Beware your staff whistle-blower
Beware your staff whistle-blower
Steep incentives add fuel to fire
If someone on your staff tries to catch your ear and tell you about some inappropriate situation, you’d best listen no matter how busy you are. History shows that if concerns about potentially fraudulent activities aren’t dealt with immediately, and to the satisfaction of sharp-eyed staffers, they can lead to big headaches. (See Paula Swain’s Compliance Observer column on fraud and abuse, p. 182.)
Fraud lawsuits instigated by informants on hospital staffs have jumped from 14 filed in 1992 to 200 in 1996. Half of the $274 million the government recovered from health fraud cases during the past two years are attributed to whistle-blower suits. Even larger recoveries are expected for this year.
Any citizen with knowledge and evidence of fraud against the government has the right to file a sealed civil complaint in federal court. If the government recovers money, the informant gets a share of the spoils, up to 25%. Some whistle-blowers have won multimillion dollar rewards; the median is $183,000, according to the Justice Department.
One case alone resulted in a settlement with Laboratory Corporation of America in Lumberton, NC, yielding $182 million. The whistle-blower, a dermatologist, was rewarded $9 million for his efforts. The physician noticed the lab was running extra tests on patients’ blood samples, and Medicare was being billed as much as $120 each for them. During his investigation, he also noticed a two-tiered billing system. When he called the Medicare fraud hot line, he was told they were overloaded. It was then he filed suit.

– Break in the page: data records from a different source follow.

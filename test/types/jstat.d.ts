// The part of jstat (a general-purpose statistics library) the tests use as an outside reference.
declare module 'jstat' {
  interface Normal {
    cdf(x: number, mean: number, sd: number): number;
    inv(p: number, mean: number, sd: number): number;
  }
  const jstat: { normal: Normal };
  export default jstat;
}
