describe('validity flags on the verdict', () => {
  // Plane strain holds deep below the surface; a via under three diameters deep is flagged
  // (the classical solution's own assumption, Timoshenko & Goodier).
  const warningsFor = (depth: number) => {
    const { s } = copperVia(depth * um, -100);
    const v = evaluateRule(makeRule({ quantity: 'thermomech.via_stress', comparison: 'at_most', limit: 1e9 }), s, new PlanCache());
    return v.trace!.steps.flatMap((st) => st.warnings).join(' ');
  };
  it('flags a via shallower than three diameters and not a deep one', () => {
    expect(warningsFor(20)).toMatch(/plane strain/);
    expect(warningsFor(50)).toBe('');
  });

  const keepOutWarnings = (channel: string, doping: number, temperature: number) => {
    const { s, set } = copperVia(50 * um, -100);
    set('keep_out.mobility_shift', 0.05);
    set('keep_out.channel_doping', doping);
    set('keep_out.temperature', temperature);
    const v = evaluateRule(makeRule({ quantity: `thermomech.keep_out_radius_${channel}`, comparison: 'at_most', limit: 1e-3 }), s, new PlanCache());
    return v.trace!.steps.flatMap((st) => st.warnings).join(' ');
  };
  it('flags the piezoresistance factor outside its range: degenerate n-type, heavy p-type, far from room temperature', () => {
    // n-type ⟨100⟩ holds its nondegenerate 300 K/T up to about 1e17 cm⁻³; the p-type fit up to 1e20 cm⁻³;
    // both near room temperature. Inside: no flag.
    expect(keepOutWarnings('n100', 1e22, 300)).toBe('');
    expect(keepOutWarnings('n100', 1e24, 300)).toMatch(/degeneracy/);
    expect(keepOutWarnings('p110', 1e25, 350)).toBe('');
    expect(keepOutWarnings('p110', 3e26, 300)).toMatch(/1e20 cm⁻³/);
    expect(keepOutWarnings('p110', 1e21, 450)).toMatch(/room temperature/);
    // The other two channels: n-type π44 above 1e20 cm⁻³ (band tail), the p-type fit for ⟨100⟩ too.
    expect(keepOutWarnings('n110', 3e26, 300)).toMatch(/band tail/);
    expect(keepOutWarnings('n110', 1e25, 300)).toBe('');
    expect(keepOutWarnings('p100', 3e26, 300)).toMatch(/p-type fit/);
  });
});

The move toward managed care has erected barriers to some kinds of health care fraud, but has created new opportunities as well. Capitated programs, for example, give a provider the chance to declare encounter rates that are falsely high, or to overcharge patients for copayments. Other types of fraudulent behavior involve falsifying reports or credentials in order to be admitted to a managed care network, and paying or accepting kickbacks for patient referrals.
The type of health care fraud cases most frequently reported on a recent survey of Health Insurers’ Anti-Fraud Programs was billing for services not rendered. Providers may bill under false procedure codes to raise the level of payment, or billings may come from two or more providers for the same service to the same patient on the same day. Fraudulent diagnoses or dates of service rank second. Providers may alter the diagnosis to accommodate coverage provisions of insurance programs or change dates of service to fall within coverage requirements.
Companies responding to a survey by the Health Insurance Association of America in Washington, DC, reported an average net savings per company following fraud prosecutions of $2.3 million during 1995. Combined total savings equaled $260 million. The total number of suspected fraud cases investigated in 1995 was 42,950, 78% of which were the result of provider actions.